Ontem estive com Sérgio Alcântara, o professor Serginho da Academia Tênnis Center, aqui de Poços de Caldas. Fui conversar com ele para saber o que ele acha do tênis submeter seus atletas a tal nível de esforço. Na minha opinião o tênis deveria ser cronometrado e assim estabelecer um limite de tempo dos jogadores em quadra. O quinto set, por exemplo, deveria ser o mais curto de todos. Serginho foi mais radical. Para ele, sequer deveria existir quinto set. No seu ponto de vista poderiam definir o jogo em três sets. Concordei. O problema é que isto dificilmente vai acontecer. Os mandatários do tênis querem manter a tradição do esporte sem mudanças. Talvez, se um dia acontecer uma tragédia dentro da quadra mude este pensamento arcaico.
Já no futebol, existe uma falta de interesse em mudanças para acabar principalmente, com erros de arbitragens. Neste caso acredito que interesses extra-campo falem mais alto. Às vezes o erro do árbitro a favor de um time grande convém para pessoas que por algum motivo, nutrem interesses no resultado da partida. A Caldense no sábado foi prejudicada pela arbitragem. Não foi nada gritante, nada que chamasse a atenção, poucos perceberam, mas foi. Os dois gols do Atlético Mineiro na partida surgiram de faltas invertidas pelo árbitro lá no campo de defesa da Veterana. Através destas faltas invertidas surgiram os gols do Galo. Lances assim passam despercebidos, mas fazem muita diferença. Com o Atlético em vantagem por 2x0, houve um pênalti claro que poderia aumentar ainda mais a vantagem do Galo. Este, o juiz não deu. Claro que não deu. Não precisava mais, o estrago estava feito. Ele  ainda saiu criticado pela imprensa da capital e pelo próprio Atlético, deixando ainda mais despercebidos os erros lá no primeiro tempo, quando a vitória atleticana foi construída. Para evitar fatos assim, o futebol teria que recorrer a recursos tecnológicos.
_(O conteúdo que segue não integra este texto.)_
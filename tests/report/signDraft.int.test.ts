import { afterEach, beforeEach, describe, expect, it } from "vitest";
import { closeDb } from "../../lib/store/db";
import { getOrCreateDraft, getReport, saveDraft } from "../../lib/store/reports";
import { latestSettings, listAudit, saveAnalysisVersion, saveTest } from "../../lib/store/tests";
import type { ReportSection } from "../../lib/report/reportModel";
import { readSignForm } from "../../app/tests/[id]/report/schemas";
import { mergeRecheck, signDraft } from "../../app/tests/[id]/report/signDraft";

// INVENTED report text (not patient data).
const generated: ReportSection[] = [
  { id: "results", title: "Results", paragraphs: ["Peak VO2 1284 mL/min."] },
  { id: "conclusion", title: "Conclusion", paragraphs: ["Generated conclusion."] },
];

function newDraft(sections: ReportSection[] = generated) {
  const testId = saveTest({ uploadId: null, label: "Sign test (invented)", record: null, columns: [], issues: [] });
  saveAnalysisVersion(testId, {}, "0.0.0-test", "tester");
  const analysisId = latestSettings(testId)!.id;
  return { testId, analysisId, draft: getOrCreateDraft(testId, analysisId, sections) };
}

/** The sign form as the browser sends it: the on-screen text in hidden fields. */
function signForm(testId: number, reportId: number, texts: Record<string, string>, extra: Record<string, string> = {}) {
  const form = new FormData();
  form.set("testId", String(testId));
  form.set("reportId", String(reportId));
  for (const s of generated) {
    form.set(`title:${s.id}`, s.title);
    form.set(`section:${s.id}`, texts[s.id]);
  }
  form.set("signer", "Dr A Example");
  form.set("attest", "on");
  for (const [k, v] of Object.entries(extra)) form.set(k, v);
  return form;
}

/** What the server action does with the form: read it as the action does (`readSignForm`), then `signDraft`. */
function submit(form: FormData) {
  const { input, error } = readSignForm(form);
  if (!input) throw error;
  return signDraft(input);
}

describe("signDraft: what is signed is exactly the text on screen (SQLite in memory)", () => {
  beforeEach(() => {
    process.env.CPET_DB = ":memory:";
    closeDb();
  });
  afterEach(() => closeDb());

  it("saves unsaved on-screen edits and signs that text in one step", () => {
    const { testId, draft } = newDraft();
    // The reviewer typed a new conclusion and never pressed "Save draft".
    const onScreen = {
      results: "Peak VO2 1284 mL/min.",
      conclusion: "Reviewer's conclusion, typed but not saved.\n\nSecond paragraph.",
    };
    const res = submit(signForm(testId, draft.id, onScreen));
    expect(res.ok).toBe(true);
    const signed = getReport(draft.id)!;
    expect(signed.status).toBe("signed");
    expect(signed.sections.find((s) => s.id === "conclusion")!.paragraphs).toEqual([
      "Reviewer's conclusion, typed but not saved.",
      "Second paragraph.",
    ]);
    expect(res.ok && res.textSaved).toBe(true);
    const actions = listAudit(testId).map((a) => a.action);
    expect(actions.slice(0, 2)).toEqual(["report-signed", "report-draft-saved"]);
  });

  it("signs without a new save when the on-screen text is the stored text", () => {
    const { testId, draft } = newDraft();
    const res = submit(signForm(testId, draft.id, { results: "Peak VO2 1284 mL/min.", conclusion: "Generated conclusion." }));
    expect(res).toMatchObject({ ok: true, textSaved: false });
    expect(getReport(draft.id)!.sections).toEqual(generated);
    expect(listAudit(testId).map((a) => a.action)).not.toContain("report-draft-saved");
  });

  it("refuses, changing nothing, when the analysis changed after the page was opened", () => {
    const { testId, draft } = newDraft();
    saveAnalysisVersion(testId, { bootstrap: 5 }, "0.0.0-test", "tester", "VT1 override (test)");
    const res = submit(signForm(testId, draft.id, { results: "x", conclusion: "Edited." }));
    expect(res.ok).toBe(false);
    expect(!res.ok && res.errors.form).toMatch(/analysis of this test changed/);
    expect(getReport(draft.id)).toMatchObject({ status: "draft", sections: generated });
  });

  it("refuses while a carried-forward section is not re-checked, and rolls back the on-screen save", () => {
    const note = {
      fromVersion: 1,
      fromReportId: 1,
      reason: "Written for an earlier analysis.",
      changes: ["VT1 (AT): 890 mL/min → 1100 mL/min"],
      generated: [],
    };
    const carried: ReportSection[] = [generated[0], { ...generated[1], paragraphs: ["Old conclusion."], recheck: note }];
    const { testId, draft } = newDraft(carried);
    const texts = { results: "Edited results.", conclusion: "Old conclusion." };
    const refused = submit(signForm(testId, draft.id, texts));
    expect(refused.ok).toBe(false);
    expect(!refused.ok && refused.errors.conclusion).toMatch(/Re-check/);
    expect(!refused.ok && refused.errors.form).toMatch(/“Conclusion”/);
    expect(getReport(draft.id)).toMatchObject({ status: "draft", sections: carried }); // nothing saved
    // Ticked as re-checked: signed, and the note is gone from the signed text.
    const ok = submit(signForm(testId, draft.id, texts, { "rechecked:conclusion": "on" }));
    expect(ok.ok).toBe(true);
    const signed = getReport(draft.id)!;
    expect(signed.sections.map((s) => s.recheck)).toEqual([undefined, undefined]);
    expect(signed.sections[0].paragraphs).toEqual(["Edited results."]);
  });

  it("refuses an already signed version with a reason", () => {
    const { testId, draft } = newDraft();
    const texts = { results: "a", conclusion: "b" };
    expect(submit(signForm(testId, draft.id, texts)).ok).toBe(true);
    const again = submit(signForm(testId, draft.id, { results: "c", conclusion: "d" }));
    expect(!again.ok && again.errors.form).toMatch(/already signed by Dr A Example/);
    expect(getReport(draft.id)!.sections[0].paragraphs).toEqual(["a"]);
    // A save on a signed version makes a new draft; the signed text stays.
    const revised = saveDraft(draft.id, generated, "tester")!;
    expect(revised.id).not.toBe(draft.id);
  });

  it("mergeRecheck keeps the server's note unless the reviewer ticked the section", () => {
    const note = { fromVersion: 2, fromReportId: 5, reason: "r", changes: [], generated: [] };
    const stored = [{ ...generated[1], recheck: note }];
    const onScreen = [{ id: "conclusion", title: "Conclusion", paragraphs: ["x"] }];
    expect(mergeRecheck(stored, onScreen, [])[0].recheck).toEqual(note);
    expect(mergeRecheck(stored, onScreen, ["conclusion"])[0].recheck).toBeUndefined();
  });
});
Deveria ainda contar com  mais árbitros dentro de campo com poderes de decisão na hora que um lance duvidoso. Seria bom para todos. Não é legal ver seu time perder ou até mesmo vencer por causa de erros pequenos de arbitragem. É muito poder para uma pessoa só. Mas, como disse anteriormente, mudanças nem sempre são bem vistas pelos comandantes do nosso futebol. Alguém duvida, por exemplo, que se tivesse mais um árbitro com poder de decisão na linha atrás do gol do Tricordiano no domingo passado aqui em Poços, aquele pênalti escandaloso para o Vulcão não teria sido anotado?